Nigel Yates was born on 1 July 1944 in Swansea, the son of Thomas Yates (1909-1997), a chartered accountant, and his wife Alice (née Bentham, 1912-1993). Alongside his younger sister Katharine Wilma (b. 1949) he was brought up a Roman Catholic and was educated at Craig-y-Nos Preparatory School in Swansea, followed in 1955 by Belmont Abbey School, Herefordshire. In 1962 he took up a place at the University of Hull, where he graduated MPhil in History and was awarded a doctorate in 1968. During his time at Hull he became an Anglo-Catholic, and was also active in student politics as a Liberal. Both his Christian faith and his politics remained vitally important to him throughout his life.

Following his PhD he took post-doctoral fellowships at Exeter (1968-1969) and Southampton (1969-1970), but, unable to progress further in academia, in 1971 he obtained a post as an archivist at Carmarthenshire Archives under Major Francis Jones.
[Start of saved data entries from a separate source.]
import fc from 'fast-check';
import { describe, expect, it } from 'vitest';
import { rational } from '../../../api/checker/numbers/rational.ts';
import {
  multiplyPolynomials,
  signAt,
  squareFreePart,
  type Polynomial,
} from '../../../api/checker/solving/polynomial.ts';
import { approximate, compareNumbers, realRoots } from '../../../api/checker/solving/real-number.ts';
import { nameNumber } from '../../../api/checker/solving/naming.ts';

const small = fc.bigInt({ min: -40n, max: 40n });

describe('isolating real roots', () => {
  it('finds every fraction that was put in, exactly and in order', () => {
    fc.assert(
      fc.property(
        fc.uniqueArray(small, { minLength: 1, maxLength: 6 }),
        fc.bigInt({ min: 1n, max: 9n }),
        (tops, bottom) => {
          const product = tops.reduce<Polynomial>((p, top) => multiplyPolynomials(p, [-top, bottom]), [1n]);
          const expected = [...tops].sort((a, b) => (a < b ? -1 : 1)).map((top) => rational(top, bottom));
          const found = realRoots(squareFreePart(product));
          expect(found.map((root) => (root.kind === 'rational' ? root.value : null))).toEqual(expected);
        },
      ),
    );
  });

  it('brackets each irrational root by a change of sign', () => {
    fc.assert(
      fc.property(fc.array(small, { minLength: 3, maxLength: 8 }), (coefficients) => {
        const p = squareFreePart([...coefficients, 1n]);
        const roots = realRoots(p);
        for (const root of roots) {
          if (root.kind !== 'algebraic') continue;
          expect(signAt(p, root.interval.low) * signAt(p, root.interval.high)).toBe(-1);
        }
        for (let k = 1; k < roots.length; k += 1) {
          expect(compareNumbers(roots[k - 1] as (typeof roots)[0], roots[k] as (typeof roots)[0]).order).toBe(-1);
        }
      }),
    );
  });

  it('knows one number by two polynomials', () => {
    const [, a] = realRoots([-2n, 0n, 1n]);
    const b = realRoots(multiplyPolynomials([-2n, 0n, 1n], [-7n, 3n])).find(
      (root) => Math.abs(approximate(root) - Math.SQRT2) < 1e-9,
    );
    expect(a && b && compareNumbers(a, b)).toEqual({ order: 0, certain: true });
  });

  it('names quadratic roots as surds', () => {
    const names = realRoots([-1n, -1n, 1n]).map((root) => nameNumber(root));
    expect(names).toEqual(['\\frac{1-\\sqrt{5}}{2}', '\\frac{1+\\sqrt{5}}{2}']);
    expect(realRoots(multiplyPolynomials([-3n, 0n, 1n], [-5n, 1n])).map((root) => nameNumber(root))).toEqual([
      '-\\sqrt{3}',
      '\\sqrt{3}',
      '5',
    ]);
  });
});
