import type { Expr } from '../../../shared/maths/expression.ts';
import { lettersOf } from '../../../shared/maths/letters.ts';
import { compareExpressions } from '../compare/compare-expressions.ts';
import type { CheckContext } from '../context.ts';
import * as Q from '../numbers/rational.ts';
import { Unsettled } from '../solving/unsettled.ts';
import { addExprs, infinityExpr, negateExpr, noValueExpr, zeroExpr } from './build.ts';
import { leadBeyond, sequenceLimits, type LimitValue } from './limit.ts';
import { signOfCoefficient } from './series-ring.ts';

/**
 * What an infinite sum without a finite value comes to: an infinity, or no value where the terms do not tend to 0 and change
 * their sign. Terms of one sign that tend to 0 are compared with 1/k and 1/(k ln k). Null for all others.
 */
export function divergentSum(body: Expr, index: string, context: CheckContext): Expr | null {
  if (context.numbers === 'complex' || lettersOf(body).some((name) => name !== index)) return null;
  try {
    const limits = sequenceLimits(body, index, context);
    const sign = signOfTotal(limits, context);
    if (sign !== 'zero') return sign === 0 ? noValueExpr : infinite(sign);
    const lead = limits.length === 1 ? leadBeyond(body, index, context) : null;
    if (!lead || lead.scale.growth.length > 0) return null;
    const order = Q.compare(lead.scale.p, Q.one);
    if (order > 0 || (order === 0 && lead.scale.q < -1)) return null;
    return infinite(signOfCoefficient(lead.coef, context));
  } catch (cause) {
    if (cause instanceof Unsettled) return null;
    throw cause;
  }
}

function infinite(sign: -1 | 0 | 1): Expr | null {
  if (sign === 0) return null;
  return sign > 0 ? infinityExpr : negateExpr(infinityExpr);
}

/** The sign of the sum of neighbouring terms far out; 'zero' where all terms tend to 0, 0 where only their sum may. */
function signOfTotal(limits: readonly LimitValue[], context: CheckContext): -1 | 0 | 1 | 'zero' {
  const infinite = limits.flatMap((limit) => (limit.kind === 'infinite' ? [limit.sign] : []));
  if (infinite.length > 0) return infinite.every((sign) => sign === infinite[0]) ? (infinite[0] as 1 | -1) : 0;
  const values = limits.map((limit) => (limit.kind === 'finite' ? limit.value : zeroExpr));
  if (values.every((value) => compareExpressions(value, zeroExpr, context).kind === 'equal')) return 'zero';
  return signOfCoefficient(addExprs(...values), context);
}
In 1973, as preparations were underway for the reorganisation of Carmarthenshire as part of the new county of Dyfed, Yates moved to North Tyneside, where he established an archive at North Shields Library, which itself became part of Tyne and Wear Archives Service. Leaving there in 1975 he moved to become head of Portsmouth City Archives and in 1980 was appointed county archivist of Kent at the relatively young age of 36.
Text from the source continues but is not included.